*TASK STATEMENT*. Gather every line below where "bucket" appears.

*PROVIDED MATERIAL*.
────

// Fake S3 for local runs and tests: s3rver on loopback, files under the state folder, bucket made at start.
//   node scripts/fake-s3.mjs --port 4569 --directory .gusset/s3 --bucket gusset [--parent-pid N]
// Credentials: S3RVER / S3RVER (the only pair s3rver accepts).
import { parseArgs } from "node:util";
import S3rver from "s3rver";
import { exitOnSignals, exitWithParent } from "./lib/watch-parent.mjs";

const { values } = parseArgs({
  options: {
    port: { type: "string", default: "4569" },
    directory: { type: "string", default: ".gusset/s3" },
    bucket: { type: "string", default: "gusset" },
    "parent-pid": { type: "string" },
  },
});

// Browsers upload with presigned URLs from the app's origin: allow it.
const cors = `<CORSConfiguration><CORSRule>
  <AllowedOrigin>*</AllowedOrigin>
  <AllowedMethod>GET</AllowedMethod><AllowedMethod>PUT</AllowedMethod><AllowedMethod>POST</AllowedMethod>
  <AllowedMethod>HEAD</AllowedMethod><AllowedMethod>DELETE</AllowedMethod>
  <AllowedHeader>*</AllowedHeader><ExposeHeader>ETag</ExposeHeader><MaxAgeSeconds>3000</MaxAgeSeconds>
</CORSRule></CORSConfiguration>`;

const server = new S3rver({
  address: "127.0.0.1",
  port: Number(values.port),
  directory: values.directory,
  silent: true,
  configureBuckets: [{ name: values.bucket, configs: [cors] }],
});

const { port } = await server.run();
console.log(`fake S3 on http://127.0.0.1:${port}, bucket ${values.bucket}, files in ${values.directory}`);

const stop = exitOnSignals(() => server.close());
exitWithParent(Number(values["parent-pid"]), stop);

────

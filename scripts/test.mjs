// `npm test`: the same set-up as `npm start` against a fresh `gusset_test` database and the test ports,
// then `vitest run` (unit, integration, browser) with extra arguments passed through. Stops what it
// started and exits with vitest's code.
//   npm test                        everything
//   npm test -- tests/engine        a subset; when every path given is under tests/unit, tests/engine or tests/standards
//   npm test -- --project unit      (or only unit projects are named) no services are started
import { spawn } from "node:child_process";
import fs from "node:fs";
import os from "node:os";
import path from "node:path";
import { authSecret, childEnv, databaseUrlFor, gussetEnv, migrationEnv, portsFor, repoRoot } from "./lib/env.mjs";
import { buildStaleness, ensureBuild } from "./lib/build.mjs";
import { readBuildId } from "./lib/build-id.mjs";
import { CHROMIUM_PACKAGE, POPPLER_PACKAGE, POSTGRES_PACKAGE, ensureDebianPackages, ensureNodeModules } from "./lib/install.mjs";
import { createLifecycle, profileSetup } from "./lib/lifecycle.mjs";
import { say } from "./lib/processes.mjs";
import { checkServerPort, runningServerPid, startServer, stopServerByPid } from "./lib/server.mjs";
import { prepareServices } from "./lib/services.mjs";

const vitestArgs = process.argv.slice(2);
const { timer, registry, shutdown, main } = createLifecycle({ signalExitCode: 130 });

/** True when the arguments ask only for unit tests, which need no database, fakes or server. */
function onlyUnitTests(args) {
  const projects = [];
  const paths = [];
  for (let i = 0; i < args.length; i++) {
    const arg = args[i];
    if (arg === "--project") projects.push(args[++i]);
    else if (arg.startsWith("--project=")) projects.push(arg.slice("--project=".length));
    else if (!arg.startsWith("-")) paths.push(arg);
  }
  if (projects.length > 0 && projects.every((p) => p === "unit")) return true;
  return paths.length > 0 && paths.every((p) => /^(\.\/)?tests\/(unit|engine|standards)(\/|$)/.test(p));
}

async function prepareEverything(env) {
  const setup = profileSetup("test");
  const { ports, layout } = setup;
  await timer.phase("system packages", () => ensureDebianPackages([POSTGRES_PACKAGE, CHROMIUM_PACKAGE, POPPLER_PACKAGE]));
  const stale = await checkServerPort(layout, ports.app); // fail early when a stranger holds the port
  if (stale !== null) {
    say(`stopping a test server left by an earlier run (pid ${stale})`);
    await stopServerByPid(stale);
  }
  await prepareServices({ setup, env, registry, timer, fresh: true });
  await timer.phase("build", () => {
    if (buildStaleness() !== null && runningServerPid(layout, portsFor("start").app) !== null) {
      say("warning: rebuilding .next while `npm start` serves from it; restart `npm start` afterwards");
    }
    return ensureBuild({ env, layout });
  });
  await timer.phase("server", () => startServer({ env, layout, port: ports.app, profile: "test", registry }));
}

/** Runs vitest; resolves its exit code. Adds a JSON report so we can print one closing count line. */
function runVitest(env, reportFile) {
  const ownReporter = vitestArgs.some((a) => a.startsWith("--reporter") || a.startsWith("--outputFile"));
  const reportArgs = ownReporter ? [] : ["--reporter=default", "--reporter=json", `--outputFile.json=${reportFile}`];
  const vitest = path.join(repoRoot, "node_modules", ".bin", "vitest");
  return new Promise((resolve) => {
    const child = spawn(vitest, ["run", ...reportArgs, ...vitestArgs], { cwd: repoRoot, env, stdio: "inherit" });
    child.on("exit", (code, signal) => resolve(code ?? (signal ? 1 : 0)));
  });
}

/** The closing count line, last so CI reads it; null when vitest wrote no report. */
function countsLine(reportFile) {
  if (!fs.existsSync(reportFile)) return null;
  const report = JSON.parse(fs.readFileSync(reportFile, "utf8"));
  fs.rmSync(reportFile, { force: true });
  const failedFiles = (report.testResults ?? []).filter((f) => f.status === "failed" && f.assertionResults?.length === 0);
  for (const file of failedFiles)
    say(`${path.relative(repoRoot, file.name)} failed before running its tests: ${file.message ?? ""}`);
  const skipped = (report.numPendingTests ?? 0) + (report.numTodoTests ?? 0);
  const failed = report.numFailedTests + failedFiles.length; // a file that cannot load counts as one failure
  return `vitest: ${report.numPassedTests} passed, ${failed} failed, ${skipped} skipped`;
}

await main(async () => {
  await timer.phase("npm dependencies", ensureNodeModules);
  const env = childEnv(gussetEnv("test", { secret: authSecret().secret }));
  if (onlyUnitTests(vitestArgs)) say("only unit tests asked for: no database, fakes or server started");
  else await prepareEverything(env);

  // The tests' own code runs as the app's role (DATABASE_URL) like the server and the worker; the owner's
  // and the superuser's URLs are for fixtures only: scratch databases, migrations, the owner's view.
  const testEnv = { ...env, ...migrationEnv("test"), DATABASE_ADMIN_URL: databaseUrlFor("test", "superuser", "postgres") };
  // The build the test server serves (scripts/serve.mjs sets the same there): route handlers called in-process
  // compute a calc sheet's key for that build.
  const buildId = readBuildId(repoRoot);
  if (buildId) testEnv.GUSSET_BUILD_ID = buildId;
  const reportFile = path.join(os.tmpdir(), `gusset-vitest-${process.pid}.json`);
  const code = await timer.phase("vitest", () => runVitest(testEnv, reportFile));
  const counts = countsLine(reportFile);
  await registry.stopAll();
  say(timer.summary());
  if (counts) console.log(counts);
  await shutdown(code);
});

────

*WRITTEN RESPONSE*.
// Fake S3 for local runs and tests: s3rver on loopback, files under the state folder, bucket made at start.
//   node scripts/fake-s3.mjs --port 4569 --directory .gusset/s3 --bucket gusset [--parent-pid N]
    bucket: { type: "string", default: "gusset" },
  configureBuckets: [{ name: values.bucket, configs: [cors] }],
console.log(`fake S3 on http://127.0.0.1:${port}, bucket ${values.bucket}, files in ${values.directory}`);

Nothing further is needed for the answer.